Write out again each line of the material below, unchanged, from the first one to the line that holds "pub const DEFAULT_MAP: &str".

Data records »
Start of Block
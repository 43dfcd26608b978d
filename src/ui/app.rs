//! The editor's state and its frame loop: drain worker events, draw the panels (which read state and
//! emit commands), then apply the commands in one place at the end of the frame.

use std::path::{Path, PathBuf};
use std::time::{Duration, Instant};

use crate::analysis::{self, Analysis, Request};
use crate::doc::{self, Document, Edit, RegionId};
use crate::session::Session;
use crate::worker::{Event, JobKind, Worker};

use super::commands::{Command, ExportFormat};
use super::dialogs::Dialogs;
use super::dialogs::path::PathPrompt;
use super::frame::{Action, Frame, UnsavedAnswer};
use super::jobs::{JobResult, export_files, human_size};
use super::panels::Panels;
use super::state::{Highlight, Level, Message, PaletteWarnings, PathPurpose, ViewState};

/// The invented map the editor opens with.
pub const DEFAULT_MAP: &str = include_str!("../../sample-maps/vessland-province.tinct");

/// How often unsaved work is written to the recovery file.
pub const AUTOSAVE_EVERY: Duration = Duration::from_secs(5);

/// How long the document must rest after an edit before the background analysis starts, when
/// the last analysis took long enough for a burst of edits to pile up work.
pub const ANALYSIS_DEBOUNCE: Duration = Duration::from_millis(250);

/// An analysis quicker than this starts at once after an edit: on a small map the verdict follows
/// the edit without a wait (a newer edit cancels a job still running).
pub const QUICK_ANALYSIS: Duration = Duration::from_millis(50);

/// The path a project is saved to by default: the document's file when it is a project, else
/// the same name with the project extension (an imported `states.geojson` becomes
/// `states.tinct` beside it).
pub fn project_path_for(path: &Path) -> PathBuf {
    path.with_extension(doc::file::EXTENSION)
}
End of Block
Answer »
repository 43dfcd26608b978d
filename src/ui/app.rs
//! The editor's state and its frame loop: drain worker events, draw the panels (which read state and
//! emit commands), then apply the commands in one place at the end of the frame.

use std::path::{Path, PathBuf};
use std::time::{Duration, Instant};

use crate::analysis::{self, Analysis, Request};
use crate::doc::{self, Document, Edit, RegionId};
use crate::session::Session;
use crate::worker::{Event, JobKind, Worker};

use super::commands::{Command, ExportFormat};
use super::dialogs::Dialogs;
use super::dialogs::path::PathPrompt;
use super::frame::{Action, Frame, UnsavedAnswer};
use super::jobs::{JobResult, export_files, human_size};
use super::panels::Panels;
use super::state::{Highlight, Level, Message, PaletteWarnings, PathPurpose, ViewState};

/// The invented map the editor opens with.
pub const DEFAULT_MAP: &str = include_str!("../../sample-maps/vessland-province.tinct");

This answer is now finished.